| Task requirements |
Copying exactly, give the lines in the material below from the one with "return (blocks, opened.Report, opened);" to the one with "writer.Write(table);", ends included, and nothing besides.

START Recorded data

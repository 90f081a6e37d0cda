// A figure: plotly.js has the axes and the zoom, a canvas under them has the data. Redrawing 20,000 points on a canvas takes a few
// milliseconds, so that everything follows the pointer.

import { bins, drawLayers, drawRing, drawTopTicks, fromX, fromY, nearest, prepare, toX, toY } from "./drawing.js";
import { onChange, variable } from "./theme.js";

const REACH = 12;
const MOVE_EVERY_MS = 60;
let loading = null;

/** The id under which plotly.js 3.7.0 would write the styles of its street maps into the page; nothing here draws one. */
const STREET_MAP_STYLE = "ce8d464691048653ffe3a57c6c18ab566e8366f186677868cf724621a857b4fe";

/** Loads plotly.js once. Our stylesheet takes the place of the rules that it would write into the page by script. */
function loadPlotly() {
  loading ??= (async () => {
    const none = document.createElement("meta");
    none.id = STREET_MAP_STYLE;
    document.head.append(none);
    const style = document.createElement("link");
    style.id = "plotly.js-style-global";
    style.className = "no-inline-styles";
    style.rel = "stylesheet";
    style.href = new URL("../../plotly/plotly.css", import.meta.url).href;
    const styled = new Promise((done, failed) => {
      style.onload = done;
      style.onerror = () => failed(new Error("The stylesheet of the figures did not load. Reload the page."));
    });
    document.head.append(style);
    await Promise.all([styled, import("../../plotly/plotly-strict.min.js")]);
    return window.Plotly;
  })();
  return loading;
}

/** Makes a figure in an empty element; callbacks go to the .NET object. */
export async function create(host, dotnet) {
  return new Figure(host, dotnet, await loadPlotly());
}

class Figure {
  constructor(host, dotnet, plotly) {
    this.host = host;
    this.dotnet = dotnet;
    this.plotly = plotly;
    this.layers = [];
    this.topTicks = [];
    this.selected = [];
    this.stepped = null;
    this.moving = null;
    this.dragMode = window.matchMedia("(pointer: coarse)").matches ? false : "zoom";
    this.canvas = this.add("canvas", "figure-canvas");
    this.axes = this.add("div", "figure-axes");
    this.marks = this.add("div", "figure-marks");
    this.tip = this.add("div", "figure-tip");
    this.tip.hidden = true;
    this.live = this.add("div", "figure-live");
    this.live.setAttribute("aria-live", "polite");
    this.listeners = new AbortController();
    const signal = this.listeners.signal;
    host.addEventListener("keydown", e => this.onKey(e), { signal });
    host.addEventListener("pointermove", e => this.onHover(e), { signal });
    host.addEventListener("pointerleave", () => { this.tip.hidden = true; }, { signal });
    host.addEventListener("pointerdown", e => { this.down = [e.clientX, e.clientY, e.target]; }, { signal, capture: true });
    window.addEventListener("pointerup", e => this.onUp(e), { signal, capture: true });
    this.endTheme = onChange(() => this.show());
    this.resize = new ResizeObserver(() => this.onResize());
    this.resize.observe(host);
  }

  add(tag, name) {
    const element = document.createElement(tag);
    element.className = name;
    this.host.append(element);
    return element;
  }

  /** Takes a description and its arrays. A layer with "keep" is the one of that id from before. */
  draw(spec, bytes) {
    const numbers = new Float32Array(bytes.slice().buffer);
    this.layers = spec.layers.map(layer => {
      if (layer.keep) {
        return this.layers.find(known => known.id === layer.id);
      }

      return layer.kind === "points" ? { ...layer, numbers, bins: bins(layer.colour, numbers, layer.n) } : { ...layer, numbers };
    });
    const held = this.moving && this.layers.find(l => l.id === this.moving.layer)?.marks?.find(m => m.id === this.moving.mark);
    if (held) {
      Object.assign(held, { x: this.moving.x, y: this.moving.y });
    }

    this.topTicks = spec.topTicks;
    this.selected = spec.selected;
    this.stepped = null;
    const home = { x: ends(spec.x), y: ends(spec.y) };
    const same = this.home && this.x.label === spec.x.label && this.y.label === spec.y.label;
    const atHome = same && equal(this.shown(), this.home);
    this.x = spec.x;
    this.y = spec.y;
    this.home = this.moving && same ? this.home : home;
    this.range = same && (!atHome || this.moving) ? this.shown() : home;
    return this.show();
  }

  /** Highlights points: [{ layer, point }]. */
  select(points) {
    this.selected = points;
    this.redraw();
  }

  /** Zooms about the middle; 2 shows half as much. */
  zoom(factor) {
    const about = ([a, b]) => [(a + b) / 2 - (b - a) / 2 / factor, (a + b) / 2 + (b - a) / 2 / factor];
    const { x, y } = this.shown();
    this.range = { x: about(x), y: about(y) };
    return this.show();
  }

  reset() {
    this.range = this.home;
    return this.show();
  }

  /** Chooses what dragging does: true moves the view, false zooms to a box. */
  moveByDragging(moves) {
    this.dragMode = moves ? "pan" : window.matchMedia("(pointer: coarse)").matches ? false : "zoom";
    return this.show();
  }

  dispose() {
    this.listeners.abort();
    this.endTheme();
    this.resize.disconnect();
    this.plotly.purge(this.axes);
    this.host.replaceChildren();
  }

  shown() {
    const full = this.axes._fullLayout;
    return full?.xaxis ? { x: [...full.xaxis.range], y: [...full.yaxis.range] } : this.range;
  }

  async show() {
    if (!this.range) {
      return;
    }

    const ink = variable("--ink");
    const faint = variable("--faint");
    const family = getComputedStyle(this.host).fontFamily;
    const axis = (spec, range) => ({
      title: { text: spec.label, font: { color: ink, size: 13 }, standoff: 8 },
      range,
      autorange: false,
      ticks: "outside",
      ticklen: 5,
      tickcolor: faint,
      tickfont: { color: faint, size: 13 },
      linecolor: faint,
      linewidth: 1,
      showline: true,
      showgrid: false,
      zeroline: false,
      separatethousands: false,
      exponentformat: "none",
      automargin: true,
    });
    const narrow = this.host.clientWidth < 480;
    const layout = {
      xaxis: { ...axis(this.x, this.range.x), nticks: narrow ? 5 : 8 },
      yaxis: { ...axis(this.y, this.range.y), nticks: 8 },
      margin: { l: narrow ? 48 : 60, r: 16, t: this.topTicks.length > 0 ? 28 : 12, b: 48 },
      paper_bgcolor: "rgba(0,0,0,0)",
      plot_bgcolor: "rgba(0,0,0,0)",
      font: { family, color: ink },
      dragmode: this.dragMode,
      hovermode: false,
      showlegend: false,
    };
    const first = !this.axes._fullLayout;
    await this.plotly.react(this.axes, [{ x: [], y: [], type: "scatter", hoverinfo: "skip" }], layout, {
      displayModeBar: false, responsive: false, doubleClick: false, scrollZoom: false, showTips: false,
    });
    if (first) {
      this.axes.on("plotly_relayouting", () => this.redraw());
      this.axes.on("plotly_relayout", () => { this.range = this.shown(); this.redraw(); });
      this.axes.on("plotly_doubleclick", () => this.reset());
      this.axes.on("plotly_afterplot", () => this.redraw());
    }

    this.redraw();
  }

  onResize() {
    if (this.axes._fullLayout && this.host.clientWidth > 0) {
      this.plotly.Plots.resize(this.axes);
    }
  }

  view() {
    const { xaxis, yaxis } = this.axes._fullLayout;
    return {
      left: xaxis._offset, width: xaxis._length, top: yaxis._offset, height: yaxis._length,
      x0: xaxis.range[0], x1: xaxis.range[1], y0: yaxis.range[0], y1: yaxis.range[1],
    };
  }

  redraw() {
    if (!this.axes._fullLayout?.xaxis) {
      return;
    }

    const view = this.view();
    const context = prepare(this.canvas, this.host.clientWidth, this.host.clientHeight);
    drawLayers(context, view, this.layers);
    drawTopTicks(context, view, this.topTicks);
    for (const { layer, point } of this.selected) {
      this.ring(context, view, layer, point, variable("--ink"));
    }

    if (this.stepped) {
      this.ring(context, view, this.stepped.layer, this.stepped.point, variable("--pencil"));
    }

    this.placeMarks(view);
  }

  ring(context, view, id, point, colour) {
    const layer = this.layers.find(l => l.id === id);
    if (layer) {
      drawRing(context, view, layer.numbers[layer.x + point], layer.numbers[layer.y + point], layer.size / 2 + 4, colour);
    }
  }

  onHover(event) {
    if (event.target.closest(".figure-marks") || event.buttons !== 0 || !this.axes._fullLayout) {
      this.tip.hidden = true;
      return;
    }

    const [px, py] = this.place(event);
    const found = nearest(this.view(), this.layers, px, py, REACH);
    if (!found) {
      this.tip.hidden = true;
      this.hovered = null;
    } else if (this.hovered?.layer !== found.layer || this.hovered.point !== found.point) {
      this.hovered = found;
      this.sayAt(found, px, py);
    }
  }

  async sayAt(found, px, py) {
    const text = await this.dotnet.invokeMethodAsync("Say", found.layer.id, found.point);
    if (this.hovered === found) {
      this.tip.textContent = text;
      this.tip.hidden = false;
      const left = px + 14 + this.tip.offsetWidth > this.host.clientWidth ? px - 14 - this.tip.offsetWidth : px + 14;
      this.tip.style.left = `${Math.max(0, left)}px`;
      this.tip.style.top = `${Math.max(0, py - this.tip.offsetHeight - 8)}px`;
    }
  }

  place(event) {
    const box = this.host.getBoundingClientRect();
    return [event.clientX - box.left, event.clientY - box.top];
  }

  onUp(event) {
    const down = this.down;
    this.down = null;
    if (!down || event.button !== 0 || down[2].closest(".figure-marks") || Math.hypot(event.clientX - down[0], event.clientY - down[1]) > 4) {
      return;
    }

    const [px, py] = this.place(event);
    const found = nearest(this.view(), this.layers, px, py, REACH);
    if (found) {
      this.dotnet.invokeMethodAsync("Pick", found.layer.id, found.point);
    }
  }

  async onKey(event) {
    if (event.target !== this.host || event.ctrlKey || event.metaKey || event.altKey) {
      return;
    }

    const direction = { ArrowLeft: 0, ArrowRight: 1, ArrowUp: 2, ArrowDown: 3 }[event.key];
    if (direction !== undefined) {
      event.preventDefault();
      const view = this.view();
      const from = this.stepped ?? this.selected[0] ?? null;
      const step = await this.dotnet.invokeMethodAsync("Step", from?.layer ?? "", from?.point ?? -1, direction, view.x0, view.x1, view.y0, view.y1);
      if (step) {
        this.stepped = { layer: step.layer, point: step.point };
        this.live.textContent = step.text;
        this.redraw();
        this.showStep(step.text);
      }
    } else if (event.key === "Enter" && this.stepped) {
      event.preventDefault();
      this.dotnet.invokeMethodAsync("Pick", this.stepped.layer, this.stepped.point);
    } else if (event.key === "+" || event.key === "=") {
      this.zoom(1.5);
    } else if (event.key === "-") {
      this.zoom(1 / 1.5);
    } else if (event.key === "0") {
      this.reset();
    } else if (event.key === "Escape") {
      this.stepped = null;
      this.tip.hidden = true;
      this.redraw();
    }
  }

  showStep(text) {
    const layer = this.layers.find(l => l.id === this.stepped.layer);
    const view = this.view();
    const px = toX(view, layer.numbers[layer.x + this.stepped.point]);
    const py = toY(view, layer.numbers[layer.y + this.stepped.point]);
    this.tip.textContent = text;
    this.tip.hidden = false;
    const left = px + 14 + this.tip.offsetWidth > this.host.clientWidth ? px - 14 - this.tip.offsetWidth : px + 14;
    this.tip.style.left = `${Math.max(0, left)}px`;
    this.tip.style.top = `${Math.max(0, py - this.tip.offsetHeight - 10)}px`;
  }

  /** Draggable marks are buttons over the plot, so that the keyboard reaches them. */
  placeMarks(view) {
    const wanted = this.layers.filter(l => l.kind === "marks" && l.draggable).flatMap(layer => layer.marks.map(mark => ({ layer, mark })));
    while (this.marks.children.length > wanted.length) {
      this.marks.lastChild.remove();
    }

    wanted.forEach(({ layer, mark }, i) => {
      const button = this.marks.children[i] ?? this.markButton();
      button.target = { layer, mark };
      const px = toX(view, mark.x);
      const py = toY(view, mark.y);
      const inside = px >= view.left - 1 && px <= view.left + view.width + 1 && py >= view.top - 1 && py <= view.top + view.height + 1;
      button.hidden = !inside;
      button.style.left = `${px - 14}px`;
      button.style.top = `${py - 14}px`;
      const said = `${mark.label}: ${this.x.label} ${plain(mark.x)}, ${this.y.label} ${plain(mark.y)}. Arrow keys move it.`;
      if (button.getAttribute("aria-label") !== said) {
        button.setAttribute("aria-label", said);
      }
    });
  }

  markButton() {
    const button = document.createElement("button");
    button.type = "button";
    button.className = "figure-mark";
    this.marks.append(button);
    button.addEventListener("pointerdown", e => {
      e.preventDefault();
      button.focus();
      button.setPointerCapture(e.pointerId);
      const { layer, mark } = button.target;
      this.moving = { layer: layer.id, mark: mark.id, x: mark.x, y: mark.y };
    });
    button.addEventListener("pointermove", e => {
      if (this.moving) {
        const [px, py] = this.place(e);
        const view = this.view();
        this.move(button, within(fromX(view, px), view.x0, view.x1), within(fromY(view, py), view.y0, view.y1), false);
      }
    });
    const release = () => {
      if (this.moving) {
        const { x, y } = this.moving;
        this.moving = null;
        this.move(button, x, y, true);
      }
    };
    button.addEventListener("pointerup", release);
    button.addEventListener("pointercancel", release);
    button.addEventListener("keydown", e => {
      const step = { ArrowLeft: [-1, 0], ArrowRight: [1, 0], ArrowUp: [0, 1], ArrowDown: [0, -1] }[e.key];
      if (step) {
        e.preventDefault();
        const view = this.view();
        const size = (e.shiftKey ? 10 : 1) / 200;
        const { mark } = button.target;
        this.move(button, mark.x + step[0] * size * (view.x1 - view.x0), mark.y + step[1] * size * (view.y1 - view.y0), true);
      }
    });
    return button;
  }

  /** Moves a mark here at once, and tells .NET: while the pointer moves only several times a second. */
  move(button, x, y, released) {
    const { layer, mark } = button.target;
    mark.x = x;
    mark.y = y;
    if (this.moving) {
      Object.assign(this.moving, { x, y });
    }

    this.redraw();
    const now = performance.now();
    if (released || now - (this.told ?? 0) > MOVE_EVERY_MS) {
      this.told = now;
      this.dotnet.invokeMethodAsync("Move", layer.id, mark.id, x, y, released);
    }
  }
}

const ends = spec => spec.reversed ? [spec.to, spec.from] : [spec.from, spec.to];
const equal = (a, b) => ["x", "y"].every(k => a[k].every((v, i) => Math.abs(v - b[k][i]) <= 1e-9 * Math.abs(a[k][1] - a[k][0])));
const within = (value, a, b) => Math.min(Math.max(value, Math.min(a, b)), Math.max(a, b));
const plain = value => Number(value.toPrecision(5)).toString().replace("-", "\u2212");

END Recorded data
START Recorded data

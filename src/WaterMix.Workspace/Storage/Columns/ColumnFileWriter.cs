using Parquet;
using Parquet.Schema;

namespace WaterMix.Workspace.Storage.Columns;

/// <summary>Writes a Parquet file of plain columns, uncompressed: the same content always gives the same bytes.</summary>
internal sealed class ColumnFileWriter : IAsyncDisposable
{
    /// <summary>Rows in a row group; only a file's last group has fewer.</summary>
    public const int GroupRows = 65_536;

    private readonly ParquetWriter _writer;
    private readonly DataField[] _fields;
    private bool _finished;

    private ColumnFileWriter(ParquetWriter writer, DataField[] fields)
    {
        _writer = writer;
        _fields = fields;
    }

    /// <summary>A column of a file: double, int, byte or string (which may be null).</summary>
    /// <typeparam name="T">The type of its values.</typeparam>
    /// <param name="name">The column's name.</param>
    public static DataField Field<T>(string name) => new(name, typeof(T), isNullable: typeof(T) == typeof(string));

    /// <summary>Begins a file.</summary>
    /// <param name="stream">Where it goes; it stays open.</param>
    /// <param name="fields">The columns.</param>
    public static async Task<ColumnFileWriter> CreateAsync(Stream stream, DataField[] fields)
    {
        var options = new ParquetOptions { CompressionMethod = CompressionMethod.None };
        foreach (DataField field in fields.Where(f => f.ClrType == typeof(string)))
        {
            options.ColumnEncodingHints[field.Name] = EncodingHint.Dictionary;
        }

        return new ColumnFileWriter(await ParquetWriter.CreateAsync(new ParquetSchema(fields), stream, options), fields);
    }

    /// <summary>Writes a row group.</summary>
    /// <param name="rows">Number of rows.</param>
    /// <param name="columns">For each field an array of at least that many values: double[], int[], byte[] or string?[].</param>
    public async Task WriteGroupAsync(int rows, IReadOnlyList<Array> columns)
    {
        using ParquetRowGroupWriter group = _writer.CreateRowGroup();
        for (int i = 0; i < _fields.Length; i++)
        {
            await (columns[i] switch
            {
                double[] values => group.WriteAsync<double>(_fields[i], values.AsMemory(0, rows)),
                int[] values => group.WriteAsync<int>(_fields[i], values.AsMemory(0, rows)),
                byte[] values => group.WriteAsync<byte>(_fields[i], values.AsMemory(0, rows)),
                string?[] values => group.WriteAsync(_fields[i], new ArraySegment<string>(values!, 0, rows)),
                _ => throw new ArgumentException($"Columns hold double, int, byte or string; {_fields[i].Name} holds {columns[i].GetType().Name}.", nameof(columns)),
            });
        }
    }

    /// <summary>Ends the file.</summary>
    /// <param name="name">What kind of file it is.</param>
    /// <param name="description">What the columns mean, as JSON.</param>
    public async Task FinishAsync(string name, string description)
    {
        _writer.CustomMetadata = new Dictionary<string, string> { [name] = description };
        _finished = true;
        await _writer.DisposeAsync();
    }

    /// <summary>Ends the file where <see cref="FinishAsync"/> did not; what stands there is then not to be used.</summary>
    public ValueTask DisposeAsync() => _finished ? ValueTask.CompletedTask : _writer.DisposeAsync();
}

END Recorded data
START Recorded data

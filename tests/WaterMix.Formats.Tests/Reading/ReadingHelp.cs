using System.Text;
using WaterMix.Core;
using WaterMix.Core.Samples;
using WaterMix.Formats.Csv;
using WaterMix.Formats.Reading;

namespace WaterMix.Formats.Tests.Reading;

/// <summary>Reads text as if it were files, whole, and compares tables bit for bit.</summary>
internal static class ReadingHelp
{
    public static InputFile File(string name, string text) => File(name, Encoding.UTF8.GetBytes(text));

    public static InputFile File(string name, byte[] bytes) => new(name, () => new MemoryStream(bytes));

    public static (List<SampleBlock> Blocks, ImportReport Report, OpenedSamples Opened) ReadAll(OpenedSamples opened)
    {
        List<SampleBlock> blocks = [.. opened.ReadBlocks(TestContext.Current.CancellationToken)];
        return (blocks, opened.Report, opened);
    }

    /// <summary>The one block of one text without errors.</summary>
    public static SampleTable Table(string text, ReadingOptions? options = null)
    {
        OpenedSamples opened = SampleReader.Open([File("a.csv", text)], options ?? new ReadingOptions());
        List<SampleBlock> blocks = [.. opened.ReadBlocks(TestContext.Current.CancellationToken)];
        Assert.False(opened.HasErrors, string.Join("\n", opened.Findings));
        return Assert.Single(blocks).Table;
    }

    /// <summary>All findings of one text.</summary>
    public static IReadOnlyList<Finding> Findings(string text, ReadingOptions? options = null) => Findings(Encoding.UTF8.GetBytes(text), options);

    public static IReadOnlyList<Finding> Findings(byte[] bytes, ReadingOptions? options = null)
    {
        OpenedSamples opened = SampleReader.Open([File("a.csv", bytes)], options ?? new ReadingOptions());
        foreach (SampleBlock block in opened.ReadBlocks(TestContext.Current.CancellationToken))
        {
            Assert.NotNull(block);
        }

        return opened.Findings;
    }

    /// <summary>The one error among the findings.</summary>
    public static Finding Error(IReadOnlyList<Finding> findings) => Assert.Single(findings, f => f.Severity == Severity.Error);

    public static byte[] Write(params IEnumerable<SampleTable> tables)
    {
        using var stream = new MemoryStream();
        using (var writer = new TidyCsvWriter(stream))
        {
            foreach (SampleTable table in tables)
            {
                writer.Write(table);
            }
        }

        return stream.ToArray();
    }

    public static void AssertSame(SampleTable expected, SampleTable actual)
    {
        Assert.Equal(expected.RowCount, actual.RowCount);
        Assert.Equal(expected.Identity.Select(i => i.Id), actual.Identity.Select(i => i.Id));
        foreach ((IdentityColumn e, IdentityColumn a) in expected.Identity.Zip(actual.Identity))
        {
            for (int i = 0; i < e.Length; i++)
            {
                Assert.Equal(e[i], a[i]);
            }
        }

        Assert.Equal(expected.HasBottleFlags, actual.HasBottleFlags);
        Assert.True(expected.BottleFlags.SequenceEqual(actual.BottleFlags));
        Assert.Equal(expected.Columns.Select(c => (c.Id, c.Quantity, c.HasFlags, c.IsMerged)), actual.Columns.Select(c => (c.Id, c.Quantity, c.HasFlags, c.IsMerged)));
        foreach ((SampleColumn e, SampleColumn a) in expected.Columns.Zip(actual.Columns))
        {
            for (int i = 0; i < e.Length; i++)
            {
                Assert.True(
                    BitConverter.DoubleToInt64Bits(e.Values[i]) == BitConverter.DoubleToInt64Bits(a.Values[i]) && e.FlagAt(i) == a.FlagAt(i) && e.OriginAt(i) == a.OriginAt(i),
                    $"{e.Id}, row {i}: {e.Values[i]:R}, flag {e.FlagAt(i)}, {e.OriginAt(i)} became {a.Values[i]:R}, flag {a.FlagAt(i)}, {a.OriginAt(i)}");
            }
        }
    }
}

END Recorded data

| Finished exercise |
        return (blocks, opened.Report, opened);
    }

    /// <summary>The one block of one text without errors.</summary>
    public static SampleTable Table(string text, ReadingOptions? options = null)
    {
        OpenedSamples opened = SampleReader.Open([File("a.csv", text)], options ?? new ReadingOptions());
        List<SampleBlock> blocks = [.. opened.ReadBlocks(TestContext.Current.CancellationToken)];
        Assert.False(opened.HasErrors, string.Join("\n", opened.Findings));
        return Assert.Single(blocks).Table;
    }

    /// <summary>All findings of one text.</summary>
    public static IReadOnlyList<Finding> Findings(string text, ReadingOptions? options = null) => Findings(Encoding.UTF8.GetBytes(text), options);

    public static IReadOnlyList<Finding> Findings(byte[] bytes, ReadingOptions? options = null)
    {
        OpenedSamples opened = SampleReader.Open([File("a.csv", bytes)], options ?? new ReadingOptions());
        foreach (SampleBlock block in opened.ReadBlocks(TestContext.Current.CancellationToken))
        {
            Assert.NotNull(block);
        }

        return opened.Findings;
    }

    /// <summary>The one error among the findings.</summary>
    public static Finding Error(IReadOnlyList<Finding> findings) => Assert.Single(findings, f => f.Severity == Severity.Error);

    public static byte[] Write(params IEnumerable<SampleTable> tables)
    {
        using var stream = new MemoryStream();
        using (var writer = new TidyCsvWriter(stream))
        {
            foreach (SampleTable table in tables)
            {
                writer.Write(table);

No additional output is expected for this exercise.